## Aim of the task
Within the entries below, the lines from the one with "flight; and identity" through the one with "count(*) FILTER (WHERE status" are to be set down exactly, both ends kept.

## Data for processing
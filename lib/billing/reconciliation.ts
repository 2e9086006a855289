import 'server-only';
import type { Transaction } from 'sequelize';
import { audit } from '@/lib/audit';
import type { Actor } from '@/lib/auth';
import { conflict } from '@/lib/http';
import { sequelize } from '@/models';
import { exec, int, select } from './db';
import { INVOICE_SELECT, toSummary, type InvoiceRow } from './invoices';
import { lockCoopBilling, periodBounds } from './locks';
import { listPaymentsWhere } from './payments-read';
import { currentPeriod, periodLabel, periodToDate } from './periods';
import type { InvoiceSummary, PaymentDTO } from './types';

export interface ReconciliationCheck {
  label: string;
  leftCents: number;
  rightCents: number;
  ok: boolean;
}

export interface Reconciliation {
  period: string;
  closed: boolean;
  closedAt: string | null;
  closedBy: string | null;
  monthOver: boolean;
  invoices: {
    rows: InvoiceSummary[];
    issuedCount: number;
    draftCount: number;
    invoicedCents: number;
    creditNotesCents: number;
    paidCents: number;
    outstandingCents: number;
    unpaidCount: number;
  };
  payments: {
    receivedCents: number;
    byMethod: { card: number; cash: number; cheque: number };
    appliedCents: number;
    creditedCents: number;
    unallocatedCents: number;
    refundedCents: number;
    /** Received this month but applied to invoices of other months (normal: last month's invoices are paid this month). */
    appliedElsewhereCents: number;
    unmatched: PaymentDTO[];
  };
  pendingCardAttempts: number;
  pendingRefunds: number;
  unbilledDraws: { count: number; totalCents: number };
  checks: ReconciliationCheck[];
  /** Why the month cannot be closed yet (empty when it can). */
  blockers: string[];
}

/**
 * The month's books side by side: invoices with what is due, paid and outstanding; money
 * received that month and where it went; what is unmatched or still in flight; and identity
 * checks that must hold (each shows both sides so a difference is visible).
 */
export async function getReconciliation(coopId: number, period: string, t?: Transaction): Promise<Reconciliation> {
  const periodDate = periodToDate(period);
  const b = { coopId, period: periodDate };
  const rows = (await select<InvoiceRow>(`${INVOICE_SELECT} WHERE i.coop_id = $coopId AND i.period = $period::date AND i.status <> 'draft' ORDER BY i.number`, b, t)).map(toSummary);
  const [inv] = await select<Record<string, string>>(
    `SELECT
       count(*) FILTER (WHERE kind = 'invoice' AND status NOT IN ('draft','void')) AS issued,
       count(*) FILTER (WHERE status = 'draft') AS drafts,
       COALESCE(SUM(total_cents) FILTER (WHERE kind = 'invoice' AND status NOT IN ('draft','void')), 0) AS invoiced,
       COALESCE(SUM(GREATEST(total_cents, 0)) FILTER (WHERE kind = 'invoice' AND status NOT IN ('draft','void')), 0) AS invoiced_positive,
       COALESCE(SUM(total_cents) FILTER (WHERE kind = 'credit-note'), 0) AS credit_notes,
       COALESCE(SUM(paid_cents) FILTER (WHERE kind = 'invoice' AND status NOT IN ('draft','void')), 0) AS paid,
       COALESCE(SUM(GREATEST(total_cents - paid_cents, 0)) FILTER (WHERE kind = 'invoice' AND status IN ('issued','partly-paid')), 0) AS outstanding,
       count(*) FILTER (WHERE kind = 'invoice' AND status IN ('issued','partly-paid')) AS unpaid
     FROM invoices WHERE coop_id = $coopId AND period = $period::date`,
    b,
    t,
  );
  const [lines] = await select<{ s: string }>(
    `SELECT COALESCE(SUM(l.amount_cents), 0) AS s FROM invoice_lines l JOIN invoices i ON i.id = l.invoice_id
     WHERE i.coop_id = $coopId AND i.period = $period::date AND i.kind = 'invoice' AND i.status NOT IN ('draft','void')`,
    b,
    t,
  );
  const [pay] = await select<Record<string, string>>(
    `SELECT COALESCE(SUM(amount_cents), 0) AS received,
       COALESCE(SUM(amount_cents) FILTER (WHERE method = 'card'), 0) AS card,
       COALESCE(SUM(amount_cents) FILTER (WHERE method = 'cash'), 0) AS cash,
       COALESCE(SUM(amount_cents) FILTER (WHERE method = 'cheque'), 0) AS cheque,
       COALESCE(SUM(applied_cents), 0) AS applied, COALESCE(SUM(credited_cents), 0) AS credited,
       COALESCE(SUM(unallocated_cents), 0) AS unallocated, COALESCE(SUM(refunded_cents), 0) AS refunded,
       COALESCE(SUM(p.applied_cents) FILTER (WHERE i.period <> p.period), 0) AS elsewhere
     FROM payments p LEFT JOIN invoices i ON i.id = p.invoice_id WHERE p.coop_id = $coopId AND p.period = $period::date`,
    b,
    t,
  );
  const [appliedToMonth] = await select<{ s: string }>(
    `SELECT COALESCE(SUM(p.applied_cents), 0) AS s FROM payments p JOIN invoices i ON i.id = p.invoice_id
     WHERE p.coop_id = $coopId AND i.period = $period::date AND i.status <> 'void'`,
    b,
    t,
  );
  const unmatched = await listPaymentsWhere(coopId, 'p.period = $period::date AND p.unallocated_cents > 0', { period: periodDate }, t);
  const [pending] = await select<{ attempts: number; refunds: number }>(
    `SELECT (SELECT count(*)::int FROM payment_attempts a JOIN invoices i ON i.id = a.invoice_id WHERE a.coop_id = $coopId AND a.status = 'pending' AND i.period = $period::date) AS attempts,
            (SELECT count(*)::int FROM refunds r JOIN payments p ON p.id = r.payment_id WHERE r.coop_id = $coopId AND r.status = 'pending' AND (p.period = $period::date OR date_trunc('month', r.refunded_on)::date = $period::date)) AS refunds`,
    b,
    t,
  );
  const [coop] = await select<{ timezone: string }>('SELECT timezone FROM coops WHERE id = $coopId', { coopId }, t);
  const { start, end } = await periodBounds(periodDate, coop!.timezone, t);
  const [unbilled] = await select<{ n: number; s: string }>(
    `SELECT count(*)::int AS n, COALESCE(SUM(total_cents), 0) AS s FROM draws d
     WHERE d.coop_id = $coopId AND d.occurred_at >= $start::timestamptz AND d.occurred_at < $end::timestamptz
       AND NOT EXISTS (SELECT 1 FROM invoice_lines l JOIN invoices i ON i.id = l.invoice_id WHERE l.draw_id = d.id AND NOT l.released AND i.status <> 'draft')`,
    { coopId, start, end },
    t,
  );
  const [closed] = await select<{ closed_at: Date; name: string | null }>(
    `SELECT bp.closed_at, u.name FROM billing_periods bp LEFT JOIN users u ON u.id = bp.closed_by_user_id
     WHERE bp.coop_id = $coopId AND bp.period = $period::date AND bp.status = 'closed'`,
    b,
    t,
  );
  const [running] = await select<{ n: number }>("SELECT count(*)::int AS n FROM billing_runs WHERE coop_id = $coopId AND period = $period::date AND status = 'running'", b, t);

  const monthOver = period < currentPeriod(coop!.timezone);
  const received = int(pay?.received);
  const parts = int(pay?.applied) + int(pay?.credited) + int(pay?.unallocated) + int(pay?.refunded);
  const checks: ReconciliationCheck[] = [
    { label: 'Invoice totals equal the sum of their lines', leftCents: int(inv?.invoiced), rightCents: int(lines?.s), ok: int(inv?.invoiced) === int(lines?.s) },
    {
      label: 'Amount invoiced = paid + outstanding',
      leftCents: int(inv?.invoiced_positive),
      rightCents: int(inv?.paid) + int(inv?.outstanding),
      ok: int(inv?.invoiced_positive) === int(inv?.paid) + int(inv?.outstanding),
    },
    { label: 'Paid on these invoices = payments applied to them', leftCents: int(inv?.paid), rightCents: int(appliedToMonth?.s), ok: int(inv?.paid) === int(appliedToMonth?.s) },
    { label: 'Money received = applied + held as credit + unmatched + refunded', leftCents: received, rightCents: parts, ok: received === parts },
  ];
  const blockers: string[] = [];
  if (!monthOver) blockers.push(`${periodLabel(period)} is not over yet.`);
  if (int(running?.n) > 0) blockers.push('An invoicing run is still working on this month.');
  if (int(inv?.drafts) > 0) blockers.push(`${int(inv?.drafts)} draft invoice(s) are not issued yet.`);
  if (unmatched.length > 0) blockers.push(`${unmatched.length} payment(s) received this month are not matched to an invoice or to credit.`);
  if (int(pending?.attempts) > 0) blockers.push(`${int(pending?.attempts)} card payment(s) are still waiting for the payment service.`);
  if (int(pending?.refunds) > 0) blockers.push(`${int(pending?.refunds)} card refund(s) are still waiting for the payment service.`);
  if (checks.some((c) => !c.ok)) blockers.push('A reconciliation check does not balance.');

  return {
    period,
    closed: Boolean(closed),
    closedAt: closed ? new Date(closed.closed_at).toISOString() : null,
    closedBy: closed?.name ?? null,
    monthOver,
    invoices: {
      rows,
      issuedCount: int(inv?.issued),
      draftCount: int(inv?.drafts),
      invoicedCents: int(inv?.invoiced),
      creditNotesCents: int(inv?.credit_notes),
      paidCents: int(inv?.paid),
      outstandingCents: int(inv?.outstanding),
      unpaidCount: int(inv?.unpaid),
    },
    payments: {
      receivedCents: received,
      byMethod: { card: int(pay?.card), cash: int(pay?.cash), cheque: int(pay?.cheque) },
      appliedCents: int(pay?.applied),
      creditedCents: int(pay?.credited),
      unallocatedCents: int(pay?.unallocated),
      refundedCents: int(pay?.refunded),
      appliedElsewhereCents: int(pay?.elsewhere),
      unmatched,
    },
    pendingCardAttempts: int(pending?.attempts),
    pendingRefunds: int(pending?.refunds),
    unbilledDraws: { count: int(unbilled?.n), totalCents: int(unbilled?.s) },
    checks,
    blockers: closed ? [] : blockers,
  };
}

/**
 * Closes a month: refused (409, with the reasons) until it is over, fully issued, every payment
 * received in it is matched, nothing is in flight with the payment service and every check
 * balances. From then on its draws, invoices and payments are locked (services and database
 * triggers) and corrections go into an open month as adjustments. Unpaid invoices stay payable.
 */
export async function closePeriod(actor: Actor, period: string): Promise<Reconciliation> {
  const coopId = actor.coop.id;
  const periodDate = periodToDate(period);
  await sequelize.transaction(async (t) => {
    await lockCoopBilling(t, coopId);
    const recon = await getReconciliation(coopId, period, t);
    if (recon.closed) throw conflict(`${periodLabel(period)} is already closed.`, { code: 'period-closed' });
    if (recon.blockers.length) throw conflict(`${periodLabel(period)} cannot be closed yet.`, { blockers: recon.blockers });
    const summary = {
      invoicedCents: recon.invoices.invoicedCents,
      paidCents: recon.invoices.paidCents,
      outstandingCents: recon.invoices.outstandingCents,
      creditNotesCents: recon.invoices.creditNotesCents,
      receivedCents: recon.payments.receivedCents,
      refundedCents: recon.payments.refundedCents,
      unbilledDraws: recon.unbilledDraws.count,
    };
    await exec(
      `INSERT INTO billing_periods (coop_id, period, status, closed_at, closed_by_user_id, summary) VALUES ($coopId, $period::date, 'closed', now(), $userId, $summary::jsonb)
       ON CONFLICT (coop_id, period) DO UPDATE SET status = 'closed', closed_at = now(), closed_by_user_id = $userId, summary = $summary::jsonb, updated_at = now()`,
      { coopId, period: periodDate, userId: actor.user.id, summary: JSON.stringify(summary) },
      t,
    );
    await audit({ coopId, actorUserId: actor.user.id, action: 'billing.period.close', entityType: 'billing_period', entityId: period, before: { status: 'open' }, after: { status: 'closed', ...summary } }, t);
  });
  return getReconciliation(coopId, period);
}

## Answer space
 * received that month and where it went; what is unmatched or still in flight; and identity
 * checks that must hold (each shows both sides so a difference is visible).
 */
export async function getReconciliation(coopId: number, period: string, t?: Transaction): Promise<Reconciliation> {
  const periodDate = periodToDate(period);
  const b = { coopId, period: periodDate };
  const rows = (await select<InvoiceRow>(`${INVOICE_SELECT} WHERE i.coop_id = $coopId AND i.period = $period::date AND i.status <> 'draft' ORDER BY i.number`, b, t)).map(toSummary);
  const [inv] = await select<Record<string, string>>(
    `SELECT
       count(*) FILTER (WHERE kind = 'invoice' AND status NOT IN ('draft','void')) AS issued,
       count(*) FILTER (WHERE status = 'draft') AS drafts,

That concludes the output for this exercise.